Varese
- Paura tra il
personale medico e infermieristico. Evacuati i pazienti,
disagi per il 118
Paziente contaminato
da pesticidi, chiusa per un pomeriggio la rianimazione del
pronto soccorso
(24
luglio 2003) Pomeriggio movimentato al pronto soccorso
dell'ospedale di Circolo di Varese a causa di un sospetto
inquinamento da anticrittogamici. Attorno alle 13 di ieri,
mercoledì 23 luglio, un paziente ricoverato da una lettiga
del 118 di Como è di fatti giunto al pronto soccorso del
Macchi in gravi condizioni. Nel corso di alcuni lavori in
un'azienda agricola l'uomo si sarebbe infatti ribaltato sul
mezzo che stava guidando, imbrattandosi di potenti
pesticidi. Il 118, intervenuto sul posto, ha quindi deciso
il ricovero all'ospedale di Varese. Ma, giunto in pronto
soccorso, la gravità del paziente ha reso necessario il
ricovero nella sala di rianimazione, dove possono
trovare posto in tutto quattro pazienti, solitamente i casi
più gravi. E qui il personale medico e infermieristico si
è reso conto della situazione: l'uomo aveva i vestiti
intrisi di una imprecisata sostanza erbicida utilizzata in
agricoltura. Subito è stato allertato il centro antiveleni
di Milano che ha consigliato l'evacuazione della stanza in
cui il paziente era stato ricoverato: poteva trattarsi di
sostanze altamente tossiche e volatili, capaci di
intossicare gli stessi sanitari. In più le condizioni del
ricoverato non promettevano nulla di buono: era in stato
confusionale, ed è possibile che questa condizione fosse
dipesa proprio dalla inalazione di sostanze pericolose. Solo
dopo accurati esami si è potuto appurare che lo stato
confusionale era dovuto al forte trauma cranico subito
dall'uomo nel corso dell'incidente.
Ma a quel punto ai sanitari, per seguire il consiglio del
centro anti veleni, non è rimasta altra scelta: chiudere la
sala rianimazione e dirottare i pazienti presenti in quel
momento in pronto soccorso nei reparti dell'ospedale.

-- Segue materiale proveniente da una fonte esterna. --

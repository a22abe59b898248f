"""docs/tutorial.md works as written: its files are written and its commands run, in order, in a fresh
folder, each succeeding (exit code 0)."""

from __future__ import annotations

import re
import shlex

from monitor.cli.main import main
from tests.conftest import REPO_ROOT

TUTORIAL = REPO_ROOT / "docs" / "tutorial.md"
_BLOCK = re.compile(r"```(\w+)( file=(\S+))?\n(.*?)```", re.S)


def _steps() -> list[tuple[str, str]]:
    steps = []
    for kind, _, name, body in _BLOCK.findall(TUTORIAL.read_text(encoding="utf-8")):
        if kind == "console":
            steps += [("run", line[2:]) for line in body.splitlines() if line.startswith("$ ")]
        elif name:
            steps.append((f"write {name}", body))
    return steps


def test_tutorial_has_commands_and_files():
    steps = _steps()
    assert sum(kind == "run" for kind, _ in steps) >= 12
    assert any(kind.startswith("write ") for kind, _ in steps)
    assert all(text.startswith("monitor ") for kind, text in steps if kind == "run")


def test_tutorial_runs(tmp_path, monkeypatch, capsys):
    monkeypatch.chdir(tmp_path)
    for kind, text in _steps():
        if kind.startswith("write "):
            (tmp_path / kind.removeprefix("write ")).write_text(text, encoding="utf-8")
            continue
        args = shlex.split(text)[1:]
        code = main(args)
        err = capsys.readouterr().err
        assert code == 0, f"`{text}` failed: {err}"
    assert (tmp_path / "packs").is_dir() and list(tmp_path.glob("packs/*/field_sheet.pdf"))
    assert main(["--db", "reserve.sqlite", "estimate", "2024", "--csv"]) == 0
    out = capsys.readouterr().out
    assert "MARVIO" in out and "SM" in out
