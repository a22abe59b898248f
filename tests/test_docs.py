"""The API documentation (docs/api, Sphinx autodoc + napoleon) builds without a single warning.

The build runs in a child process the way DEVELOPERS.md says (``-W --keep-going``: every warning is an
error, all of them listed), with the HTML builder: code highlighting warns only when pages are written.
"""

import subprocess
import sys
import textwrap
from pathlib import Path

ROOT = Path(__file__).resolve().parents[1]
CONF = ROOT / "docs" / "api"


def _sphinx(source: Path, out: Path, conf: Path = CONF, cwd: Path = ROOT) -> subprocess.CompletedProcess:
    return subprocess.run(
        [sys.executable, "-m", "sphinx", "-W", "--keep-going", "-q", "-b", "html",
         "-c", str(conf), "-d", str(out / "doctrees"), str(source), str(out / "html")],
        cwd=cwd, capture_output=True, text=True, timeout=600,
    )


def test_api_docs_build_without_warnings(tmp_path):
    result = _sphinx(ROOT / "docs", tmp_path)
    assert result.returncode == 0 and not result.stderr.strip(), (
        "the API docs build warns (fix the docstring; see DEVELOPERS.md, 'Building the API docs'):\n"
        + result.stderr[-6000:]
    )


def test_every_public_module_is_documented():
    """A new module appears in the docs by itself: each page lists its package's modules at build time."""
    sys.path.insert(0, str(CONF / "_ext"))
    try:
        from package_modules import public_modules
    finally:
        sys.path.remove(str(CONF / "_ext"))
    pages = {path.stem for path in CONF.glob("*.rst")}
    packages = {path.parent.name for path in (ROOT / "monitor").glob("*/__init__.py")}
    # command-line and web layers are click commands and routes; their help text is their documentation
    assert packages - {"cli", "web"} <= pages | {"monitor"}, sorted(packages - pages)
    assert "monitor.trend.glmm" in public_modules("monitor.trend")
    assert "monitor.columns" in public_modules("monitor", shallow=True)
    assert not [name for name in public_modules("monitor.io") if "._" in name]


def test_a_broken_docstring_fails_the_build(tmp_path):
    """The check can fail: a docstring docutils cannot read stops the build, named with its module.

    Also checks the References rule of docs/api/conf.py: a reference written with a hanging indent
    becomes one paragraph (docutils alone would read it as a definition list and warn)."""
    package = tmp_path / "src"
    package.mkdir()
    (package / "probe_ok.py").write_text(textwrap.dedent('''\
        """A module.

        References
        ----------
        Author, A. (2001) A long title that runs on
          to a second line. Journal 1, 1-2.
        Author, B. (2002) Another. Journal 2, 3-4.
        """


        def mean_of(values):
            """Mean of values.

            Parameters
            ----------
            values : list of float
                The values [m].

            Returns
            -------
            float
            """
            return sum(values) / len(values)
        '''))
    (package / "probe_bad.py").write_text('"""Flag when |z| exceeds it."""\n')
    docs = tmp_path / "docs"
    (docs / "api").mkdir(parents=True)
    conf = (CONF / "conf.py").read_text()
    conf = conf.replace('sys.path.insert(0, str(HERE / "_ext"))',
                        f'sys.path.insert(0, str(HERE / "_ext"))\nsys.path.insert(0, {str(package)!r})')
    (docs / "api" / "conf.py").write_text(conf)
    (docs / "api" / "_ext").symlink_to(CONF / "_ext")
    (docs / "api" / "index.rst").write_text("Probe\n=====\n\n.. automodule:: probe_ok\n   :members:\n")

    good = _sphinx(docs, tmp_path / "good", conf=docs / "api", cwd=tmp_path)
    assert good.returncode == 0 and not good.stderr.strip(), good.stderr

    (docs / "api" / "index.rst").write_text(
        "Probe\n=====\n\n.. automodule:: probe_ok\n   :members:\n\n.. automodule:: probe_bad\n")
    bad = _sphinx(docs, tmp_path / "bad", conf=docs / "api", cwd=tmp_path)
    assert bad.returncode != 0
    assert "probe_bad" in bad.stderr and 'substitution referenced: "z"' in bad.stderr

Nel frattempo, sul fronte delle urgenze mediche, il 118
provinciale allestiva un piano alternativo per i ricoveri,
dirottando le urgenze sugli ospedali di Gallarate, Tradate,
Luino e Cittiglio, spostando anche la presenza delle
automediche sul territorio.
«L'allarme è rientrato in serata - spiega Stefano Zenoni,
responsabile sanitario dell'Ospedale di Circolo fondazione
Macchi - : la sala rianimazione è stata sottoposta a
bonifica». La vicenda ha generato certamente disagi ma
l'allarme è rientrato in serata senza cerare problemi al
personale medico e agli infermieri del pronto soccorso.
Quanto all'agricoltore, è stato sottoposto ad un intervento
chirurgico a causa del trauma cranico subito; è fuori
pericolo.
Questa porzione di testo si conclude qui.